College of Pharmacy, University of Louisiana, 700 University Avenue, Monroe, LA 71209-0470, USA.
Biomed Pharmacother. 2010 May;64(5):327-32. doi: 10.1016/j.biopha.2009.09.018. Epub 2009 Nov 14.
The selective cyclooxygenase (COX)-2 inhibitor, celecoxib, and the vitamin E isoform, gamma-tocotrienol, both display potent anticancer activity. However, high dose clinical use of selective COX-2 inhibitors has been limited by gastrointestinal and cardiovascular toxicity, whereas limited absorption and transport of gamma-tocotrienol by the body has made it difficult to obtain and sustain therapeutic levels in the blood and target tissues. Studies were conducted to characterize the synergistic anticancer antiproliferative effects of combined low dose celecoxib and gamma-tocotrienol treatment on mammary tumor cells in culture. The highly malignant mouse +SA mammary epithelial cells were maintained in culture on serum-free defined control or treatment media. Treatment effects on COX-1, COX-2, Akt, NFkappaB and prostaglandin E(2) (PGE(2)) synthesis were assessed following a 3- or 4-day culture period. Treatment with 3-4 microM gamma-tocotrienol or 7.5-10 microM celecoxib alone significantly inhibited +SA cell growth in a dose-responsive manner. However, combined treatment with subeffective doses of gamma-tocotrienol (0.25 microM) and celecoxib (2.5 microM) resulted in a synergistic antiproliferative effect, as determined by isobologram analysis, and this growth inhibitory effect was associated with a reduction in PGE(2) synthesis, and decrease in COX-2, phospho-Akt (active), and phospho-NFkappaB (active) levels. These results demonstrate that the synergistic anticancer effects of combined celecoxib and gamma-tocotrienol therapy are mediated by COX-2 dependent and independent mechanisms. These findings also suggest that combination therapy with these agents may provide enhanced therapeutic response in breast cancer patients, while avoiding the toxicity associated with high-dose COX-2 inhibitor monotherapy.

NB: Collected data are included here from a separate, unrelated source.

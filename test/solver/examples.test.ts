/**
 * Runs the examples of the solver's doc comments. Under `@example` each line is `expression // value`, the value
 * being JavaScript or `throws CODE`; a line without `//` is run before those after it. A value with decimals is
 * met within half a unit of its last digit (and rounding, 1e-13 of it), one without exactly.
 */
import { globSync, readFileSync } from 'node:fs'
import { describe, expect, it } from 'vitest'
import * as solver from '../../solver/index.ts'

interface Example {
  place: string
  setup: string
  expression: string
  value: string
}

function examplesOf(file: string, text: string): Example[] {
  const found: Example[] = []
  for (const comment of text.matchAll(/\/\*\*[\s\S]*?\*\//g)) {
    let isExample = false
    let setup = ''
    for (const [offset, line] of comment[0].split('\n').entries()) {
      const said = line.replace(/^\s*(\/\*)?\*\/?/, '').trim()
      if (said.startsWith('@')) isExample = said === '@example'
      else if (isExample && said) {
        const cut = said.indexOf('//')
        const number = text.slice(0, comment.index).split('\n').length + offset
        if (cut < 0) setup += `${said}\n`
        else
          found.push({
            place: `${file}:${number}`,
            setup,
            expression: said.slice(0, cut).trim().replace(/;$/, ''),
            value: said.slice(cut + 2).trim(),
          })
      }
    }
  }
  return found
}

function run(setup: string, expression: string): unknown {
  const names = Object.keys(solver)
  return new Function(...names, `${setup}\nreturn (${expression})`)(...Object.values(solver))
}

/** Typed arrays as plain ones, so that only the figures are compared. */
function plain(value: unknown): unknown {
  if (ArrayBuffer.isView(value)) return Array.from(value as unknown as ArrayLike<number>)
  if (Array.isArray(value)) return value.map(plain)
  if (value && typeof value === 'object')
    return Object.fromEntries(Object.entries(value).map(([key, own]) => [key, plain(own)]))
  return value
}

/** The value written, with each figure that has decimals as one that is close enough to it. */
function written(value: string): unknown {
  const close = value.replace(
    /-?\b\d+\.(\d+)(e[+-]?\d+)?/g,
    (figure, decimals: string, power?: string) =>
      `closeTo(${figure}, ${0.5 * 10 ** (Number((power ?? 'e0').slice(1)) - decimals.length)})`,
  )
  return new Function('closeTo', `return (${close})`)((figure: number, half: number) => ({
    asymmetricMatch: (found: unknown) =>
      typeof found === 'number' && Math.abs(found - figure) <= half * (1 + 1e-9) + 1e-13 * Math.abs(figure),
    toString: () => `about ${figure}`,
  }))
}

const examples = globSync('solver/**/*.ts')
  .sort()
  .flatMap((file) => examplesOf(file, readFileSync(file, 'utf8')))

describe('the examples in the doc comments of the solver', () => {
  it.each(examples)('$place $expression', ({ setup, expression, value }) => {
    const throws = /^throws ([a-z-]+)$/.exec(value)
    if (throws) expect(() => run(setup, expression)).toThrow(expect.objectContaining({ code: throws[1] }))
    else expect(plain(run(setup, expression))).toEqual(written(value))
  })

  it('are there for the closed forms', () => {
    expect(examples.filter(({ expression }) => expression.startsWith('settlementEndMoments')).length).toBe(3)
  })
})

describe('the reader of examples', () => {
  function comment(line: string): Example {
    return examplesOf('made.ts', `/**\n * What it gives.\n * @example\n *     ${line}\n * @source none\n */`)[0]!
  }

  it('finds place, expression and value', () => {
    expect(comment('f(1) // [2, 3]')).toEqual({ place: 'made.ts:4', setup: '', expression: 'f(1)', value: '[2, 3]' })
  })

  it('holds figures to the digits written and no others', () => {
    expect([-262.4417, 3]).toEqual(written('[-262.442, 3]'))
    expect([-262.4426]).not.toEqual(written('[-262.442]'))
    expect([270.0001]).not.toEqual(written('[270]'))
    expect({ p: 1.234e-7 }).toEqual(written('{ p: 1.23e-7 }'))
  })
})
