/** Applies an edit's changes to a building in memory, holding every step to its references. For tests. */
import { isDeepStrictEqual } from 'node:util'
import type { Building } from '../../app/model/building.ts'
import type { Change } from '../../app/model/changes.ts'

/** The building after the changes. Throws where a change does not fit what is there or leaves a reference open. */
export function applied(building: Building, changes: readonly Change[]): Building {
  const next = structuredClone(building)
  for (const change of changes) {
    step(next, change)
    const open = openReferences(next)
    if (open.length) throw new Error(`${change.kind}: ${open.join('; ')}`)
  }
  return next
}

/** The changes that take these back: last first, before and after exchanged. */
export function reversed(changes: readonly Change[]): Change[] {
  return changes.toReversed().map((change) => ({ ...change, before: change.after, after: change.before }) as Change)
}

function step(building: Building, change: Change): void {
  if (change.kind === 'head') {
    for (const key of ['reference', 'client', 'address', 'notes'] as const) delete building[key]
    Object.assign(building, change.after)
  } else if (change.kind === 'criteria') {
    if (change.after) building.criteria = structuredClone(change.after)
    else delete building.criteria
  } else if (change.kind === 'line') {
    const own = building.frame_lines.find((line) => line.id === change.id)
    if (change.before && own && (own.nodes.length || own.members.length)) throw new Error('a line goes empty')
    put(
      building.frame_lines,
      { ...change, before: change.before && { ...change.before, nodes: [], members: [] } },
      change.after && { ...change.after, nodes: [], members: [] },
    )
  } else {
    put(listOf(building, change), change, change.after)
  }
}

function put(
  list: { id: string }[],
  change: { id: string; at?: number; before: unknown },
  after: { id: string } | null,
) {
  const index = list.findIndex((entity) => entity.id === change.id)
  if (change.before === null ? index >= 0 : !isDeepStrictEqual(list[index], change.before))
    throw new Error(`${change.id} is not as before`)
  if (!after) {
    if (change.at !== undefined && change.at !== index) throw new Error(`${change.id} stands at ${index}`)
    list.splice(index, 1)
  } else if (index >= 0) list[index] = structuredClone(after)
  else list.splice(change.at ?? list.length, 0, structuredClone(after))
}

function listOf(building: Building, change: Change): { id: string }[] {
  if (change.kind === 'support') return building.supports
  if (change.kind === 'section') return building.sections
  if (change.kind === 'point') return building.survey.points
  const line = building.frame_lines.find((l) => 'line' in change && l.id === change.line)
  if (!line) throw new Error('no such line')
  return change.kind === 'node' ? line.nodes : line.members
}

function openReferences(building: Building): string[] {
  const supports = new Set(building.supports.map((s) => s.id))
  const sections = new Set(building.sections.map((s) => s.id))
  const open: string[] = []
  for (const point of building.survey.points)
    if (point.kind === 'stud' && !supports.has(point.support)) open.push(`${point.id} on ${point.support}`)
  for (const line of building.frame_lines) {
    const nodes = new Set(line.nodes.map((n) => n.id))
    for (const node of line.nodes)
      if (node.support !== undefined && !supports.has(node.support)) open.push(`${node.id} on ${node.support}`)
    for (const m of line.members) {
      for (const end of [m.from, m.to]) if (!nodes.has(end)) open.push(`${m.id} to ${end}`)
      if (!sections.has(m.section)) open.push(`${m.id} of ${m.section}`)
    }
  }
  return open
}
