/** Levelling networks for tests: observed height differences as setups of two readings, and books made at random. */
import fc from 'fast-check'
import type { BookLine, SurveyArrays } from '../../solver/index.ts'

/** From, to, observed rise, variance. */
export type Difference = readonly [from: number, to: number, rise: number, variance: number]

/** Each difference is a setup of its own, half of its variance on each sight. */
export function network(held: readonly number[], differences: readonly Difference[]): SurveyArrays {
  return {
    setup: Int32Array.from(differences.flatMap((_, i) => [i, i])),
    point: Int32Array.from(differences.flatMap(([from, to]) => [from, to])),
    reading: Float64Array.from(differences.flatMap(([, , rise]) => [rise, 0])),
    variance: Float64Array.from(differences.flatMap(([, , , variance]) => [variance / 2, variance / 2])),
    held: Float64Array.from(held),
  }
}

/** Residual of each difference: adjusted less observed. */
export function residualsOf(differences: readonly Difference[], level: ArrayLike<number>): number[] {
  return differences.map(([from, to, rise]) => level[to]! - level[from]! - rise)
}

/** A closed run from point 0 over change points, with intermediate sights, that misses its start by a little. */
export const madeBook: fc.Arbitrary<BookLine[]> = fc
  .array(
    fc.record({
      back: fc.integer({ min: 2000, max: 29000 }),
      fore: fc.integer({ min: 2000, max: 29000 }),
      mids: fc.array(fc.integer({ min: 2000, max: 29000 }), { maxLength: 4 }),
      sight: fc.integer({ min: 50, max: 600 }),
    }),
    { minLength: 2, maxLength: 6 },
  )
  .chain((setups) =>
    fc.integer({ min: -20, max: 20 }).map((error) => {
      const lines: BookLine[] = []
      let level = 0
      let next = setups.length
      let carried: number | undefined
      setups.forEach(({ back, fore, mids, sight }, i) => {
        const isLast = i === setups.length - 1
        const foresight = isLast ? level + back + error : fore
        if (i === 0) lines.push({ point: 0, back: back / 1e4, sight: sight / 10 })
        else lines.push({ point: i, fore: carried! / 1e4, back: back / 1e4, sight: sight / 10 })
        for (const mid of mids) lines.push({ point: next++, mid: mid / 1e4, sight: sight / 12 })
        level += back - foresight
        carried = foresight
        if (isLast) lines.push({ point: 0, fore: foresight / 1e4, sight: sight / 10 })
      })
      return lines
    }),
  )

选择性环氧化酶(COX)-2 抑制剂塞来昔布和维生素 E 异构体γ-生育三烯酚都具有很强的抗癌活性。然而,高剂量临床使用选择性 COX-2 抑制剂受到胃肠道和心血管毒性的限制,而体内γ-生育三烯酚的吸收和转运有限,使得难以在血液和靶组织中获得并维持治疗水平。本研究旨在研究低剂量塞来昔布和γ-生育三烯酚联合治疗对培养中的乳腺癌细胞的协同抗癌抗增殖作用。高度恶性的小鼠 +SA 乳腺上皮细胞在无血清定义的对照或治疗培养基中培养。在 3 或 4 天的培养期后,评估 COX-1、COX-2、Akt、NFkappaB 和前列腺素 E2(PGE2)合成的治疗效果。单独使用 3-4 μM γ-生育三烯酚或 7.5-10 μM 塞来昔布可显著抑制 +SA 细胞的生长,呈剂量依赖性。然而,用亚效剂量的 γ-生育三烯酚(0.25 μM)和塞来昔布(2.5 μM)联合治疗可产生协同的抗增殖作用,这可以通过等效应线分析来确定,这种生长抑制作用与 PGE2 合成减少以及 COX-2、磷酸化 Akt(活性)和磷酸化 NFkappaB(活性)水平降低有关。这些结果表明,塞来昔布和γ-生育三烯酚联合治疗的协同抗癌作用是通过 COX-2 依赖和非依赖机制介导的。这些发现还表明,联合使用这些药物可能会增强乳腺癌患者的治疗反应,同时避免高剂量 COX-2 抑制剂单药治疗相关的毒性。